Server side - you might find it easier to modify your server to be aware
of the redundant NS and register twice. On the hot standby system
I developed most of the server processes were located on the same host as
the NS, so on failover they would re-register anyway. For those server
processes which were located on other hosts we had a "process manager"
which would notify server processes in the event of failover. The server
processes would then re-register with the new NS.

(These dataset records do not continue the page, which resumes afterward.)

"""Checks of numeric arguments shared by the `estimator` modules."""

from __future__ import annotations

import math

from estimator.errors import ParameterError

__all__ = ["finite_float"]


def finite_float(name: str, value: object, fix: str) -> float:
    """Return ``value`` as a float, or raise ParameterError naming ``name`` and ``fix``.

    Bools, non-numbers, NaN and infinities are refused.
    """
    if isinstance(value, bool):
        raise ParameterError(f"{name} = {value!r} is a bool, not a number; {fix}")
    try:
        number = float(value)  # type: ignore[arg-type]
    except (TypeError, ValueError):
        raise ParameterError(f"{name} = {value!r} is not a number; {fix}") from None
    if not math.isfinite(number):
        raise ParameterError(f"{name} = {number!r} is not finite (NaN or inf refused); {fix}")
    return number
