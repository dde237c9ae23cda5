"""When may a reading be taken? Settling rules on a force estimate.

Two pieces, both plain functions of arrays:

* :func:`time_to_settle` — after a load change at ``t0``, how long until a signal
  enters a band around its target and stays there (the usual settling-time
  definition; 2 % of the step is common practice);
* :func:`is_settled` — the live rule: over the last hold time, every estimate lies
  within ±band of their mean, with band = max(fraction·|mean|, the expanded
  uncertainty U = 2u, a floor).
"""

from __future__ import annotations

import math

import numpy as np

from estimator.errors import ParameterError

__all__ = ["is_settled", "settling_band_n", "time_to_settle"]


def time_to_settle(
    time_s: np.ndarray,
    signal: np.ndarray,
    t0_s: float,
    t_end_s: float,
    target: float,
    band: float,
) -> float:
    """Seconds from ``t0_s`` until ``signal`` enters ``target ± band`` for good.

    Only samples in ``[t0_s, t_end_s)`` count. Returns NaN when the signal is still
    outside the band at the last sample before ``t_end_s``; 0.0 when it never leaves.
    """
    if not band > 0:
        raise ParameterError(f"band = {band!r}: must be > 0 (same unit as the signal)")
    sel = (time_s >= t0_s) & (time_s < t_end_s)
    t, y = time_s[sel], signal[sel]
    if t.size == 0:
        return math.nan
    outside = np.nonzero(~(np.abs(y - target) <= band))[0]
    if outside.size == 0:
        return 0.0
    last = int(outside[-1])
    if last == t.size - 1:
        return math.nan
    return float(t[last + 1] - t0_s)


def settling_band_n(
    force_n: float, u_n: float, fraction: float = 0.02, floor_n: float = 0.0
) -> float:
    """Half-width of the live settling band, N: max(fraction·|F|, 2u, floor)."""
    return max(fraction * abs(force_n), 2.0 * u_n, floor_n)


def is_settled(
    force_n: np.ndarray, u_n: float, fraction: float = 0.02, floor_n: float = 0.0
) -> bool:
    """True when every value of the recent window ``force_n`` is inside the band.

    ``force_n`` holds the estimates of the last hold time (oldest first); ``u_n`` is
    the current standard uncertainty. An empty window is not settled.
    """
    if force_n.size == 0 or not np.all(np.isfinite(force_n)):
        return False
    centre = float(np.mean(force_n))
    band = settling_band_n(centre, u_n, fraction, floor_n)
    return bool(np.max(np.abs(force_n - centre)) <= band)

>     As you say: In omniORB 3.0, there's no option but to make the
> applications aware of the situation and have them retry if they get
> COMM_FAILUREs.

I wrote a neat C++ template which would wrapper an object reference. On
construction you would give the ref a name, which was stored as a member
variable. When a request was made the templatised object would check to
see if it had a valid reference to the remote object. If not, it would resolve
it using the current NS. If an exception was thrown the reference would be
cleared and re-resolved from scratch on the next invocation. The key was
using lazy evaluation - the object would only attempt to resolve the name
on demand, rather than all objects attempting to resolve simultaneously.
This worked well with omniORB 3.0.3, although the omniORB 4.0 multiple
ref syntax would obviously be simpler.

>     But if I register the servers to another NameService (PC2) after
> swiching over. Do I have to restart all servers (Messaging Server, Routing
> Server ...)?

Not entirely sure what your architecture is here, but our approach was
to run a "process manager" process on each host. Whenever a CORBA
process was launched on that host it would register with the PM. The
PM's job was to keep track of things like failover and notify each of the
registered processes when something changed. The processes could
then re-register with the NS or re-resolve references to other servers.

The PM also looked after restarting failed processes etc. and providing
bootstrap parameters to registering processes.

The PM itself is a single point of failure, so it is important to keep it
as simple and robust as possible.

-- 
Bruce Fountain (fountainb@switch.aust.com)
Senior Software Engineer
Union Switch and Signal Pty Ltd
Perth Western Australia
tel: +618 9256 0083